■ WORK REQUEST ■
Below are records; work out how many of their lines hold the string "Markdown" and give that number alone.

■ STUDY MATERIAL ■
"""The permit's charge pump: what holds the relay, what does not, and how fast it lets go."""

from .simulator import measure

STOP_AT = 0.08
WATCHED = 0.12

PARTS = (
    ("RPF", "opto", "filtered", "filter_ohms"),
    ("CPF", "filtered", "0", "filter_farads"),
    ("CPA", "drive", "middle", ("pump_farads", 0)),
    ("CPB", "middle", "pump", ("pump_farads", 1)),
    ("DP1", "0", "pump", None),
    ("DP2", "pump", "coil", None),
    ("CPR", "coil", "0", "reservoir_farads"),
)


def faults():
    """Every single open and short of the pump's parts."""
    return [(None, None)] + [(name, how) for name, *_ in PARTS for how in ("open", "shorted")]


def _value(permit, key):
    return permit[key] if isinstance(key, str) else permit[key[0]][key[1]]


def _netlist(permit, hertz, stuck, fault, title):
    """`fault` is (part, how), or (part+part, how). `stuck`: None for the wave all along, else the level at which the line stands after STOP_AT (0 Hz: from the start)."""
    high = permit["gate_volts"]
    if hertz:
        lines = [f"VWAVE wave 0 PULSE(0 {high:g} 0 1u 1u {0.5 / hertz - 1e-6:.9g} {1 / hertz:.9g})"]
        lines.append("BOPTO opto 0 V = v(wave)" if stuck is None
                     else f"BOPTO opto 0 V = time < {STOP_AT} ? v(wave) : {high * stuck:g}")
    else:
        lines = [f"VOPTO opto 0 {high * stuck:g}"]
    for name, a, b, key in PARTS:
        struck = fault[1] if name in (fault[0] or "").split("+") else None
        if struck == "open":
            lines.append(f"RX{name} {a} {b} 1e12")
        elif struck == "shorted":
            lines.append(f"RX{name} {a} {b} 0.1")
        else:
            lines.append(f"{name} {a} {b} " + ("rectifier" if key is None else f"{_value(permit, key):g}"))
    middle, half = (permit["gate_high"] + permit["gate_low"]) / 2 * high, (permit["gate_high"] - permit["gate_low"]) / 2 * high
    lines += [
        "RFLOAT filtered 0 1e9", "VONE one 0 1", "SGATE one gate filtered 0 schmitt", "RGATE gate 0 1k",
        f".model schmitt SW(vt={middle:g} vh={half:g} ron=1m roff=1e9)",
        f"BBRIDGE bridge 0 V = {permit['supply_volts']:g}*v(gate)", f"RDRIVE bridge drive {permit['driver_ohms']:g}",
        "RMIDDLE middle 0 1e9", "RPUMP pump 0 1e9", f"RCOIL coil 0 {permit['coil_ohms']:g}",
        ".model rectifier D(is=1e-9 n=1.7 rs=0.5)", ".options reltol=1e-3 method=gear",
    ]
    step = 2e-5 if hertz <= 3000 else 2e-6
    return "\n".join([f"* permit: {title}", *lines, f".tran {step:g} {WATCHED} 0 {step:g}"])


def held(permit, hertz, stuck=None, fault=(None, None)):
    """Lowest and highest coil voltage over the last 20 ms before STOP_AT or, at 0 Hz, over the whole time."""
    start, end = (STOP_AT - 0.02, STOP_AT) if hertz else (0.0, WATCHED)
    text = _netlist(permit, hertz, stuck, fault, f"{hertz:g} Hz, {fault}")
    text += f"\n.meas tran low MIN v(coil) from={start} to={end}\n.meas tran high MAX v(coil) from={start} to={end}\n.end\n"
    found = measure(text, ("low", "high"))
    return found["low"], found["high"]


def drop_out(permit, stuck, fault=(None, None)):
    """Seconds from the moment the wave stops to the coil's release voltage, for good; 0 when it was never above."""
    text = _netlist(permit, permit["hertz"], stuck, fault, f"stops at {stuck}, {fault}")
    text += f"\n.meas tran end MAX v(coil) from={WATCHED - 0.005} to={WATCHED}\n"
    text += f".meas tran before MAX v(coil) from={STOP_AT - 0.005} to={STOP_AT}\n"
    found = measure(text + ".end\n", ("end", "before"))
    if found["before"] < permit["release_volts"]:
        return 0.0
    if found["end"] >= permit["release_volts"]:
        return float("inf")
    text += f".meas tran release WHEN v(coil)={permit['release_volts']:g} FALL=LAST\n.end\n"
    return measure(text, ("release",))["release"] - STOP_AT


def wave_rows(permit):
    """Markdown rows: what the line does, what the coil gets."""
    lines = ["| GP16 | coil voltage | KP |", "| --- | ---: | --- |"]
    states = [(0.0, 0, "steady low"), (0.0, 1, "steady high")]
    states += [(hertz, None, f"square wave, {hertz:g} Hz") for hertz in (50.0, 100.0, 300.0, 700.0, 1000.0, 1500.0, 2500.0, 5000.0, 50000.0)]
    for hertz, stuck, text in states:
        low, high = held(permit, hertz, stuck)
        lines.append(f"| {text} | {low:.1f} to {high:.1f} V | {verdict(permit, low, high)} |".replace("-0.0", "0.0"))
    return lines


def verdict(permit, low, high):
    """What a relay does with a coil voltage between `low` and `high`."""
    if low >= permit["pick_up_volts"]:
        return "picks up and holds"
    if high < permit["release_volts"]:
        return "drops, stays off"
    return "not promised: may hold, will not surely pick up"


def fault_rows(permit):
    """Markdown rows, and the worst figures: (rows, coil volts of a steady line, drop-out seconds, healthy drop-out seconds)."""
    lines = ["| fault | coil at 1 kHz | coil, line steady | wave stops: released after |", "| --- | ---: | ---: | ---: |"]
    steady_worst, slowest, healthy = 0.0, 0.0, 0.0
    for fault in faults():
        low, high = held(permit, permit["hertz"], None, fault)
        steady = max(held(permit, 0.0, level, fault)[1] for level in (0, 1))
        seconds = max(drop_out(permit, level, fault) for level in (0, 1))
        name = "none (healthy)" if fault[0] is None else " ".join(fault)
        lines.append(f"| {name} | {low:.1f} to {high:.1f} V | {steady:.1f} V | {seconds * 1e3:.0f} ms |".replace("-0.0", "0.0"))
        steady_worst, slowest = max(steady_worst, steady), max(slowest, seconds)
        healthy = seconds if fault[0] is None else healthy
    return lines, steady_worst, slowest, healthy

■ WRITTEN SOLUTION ■
2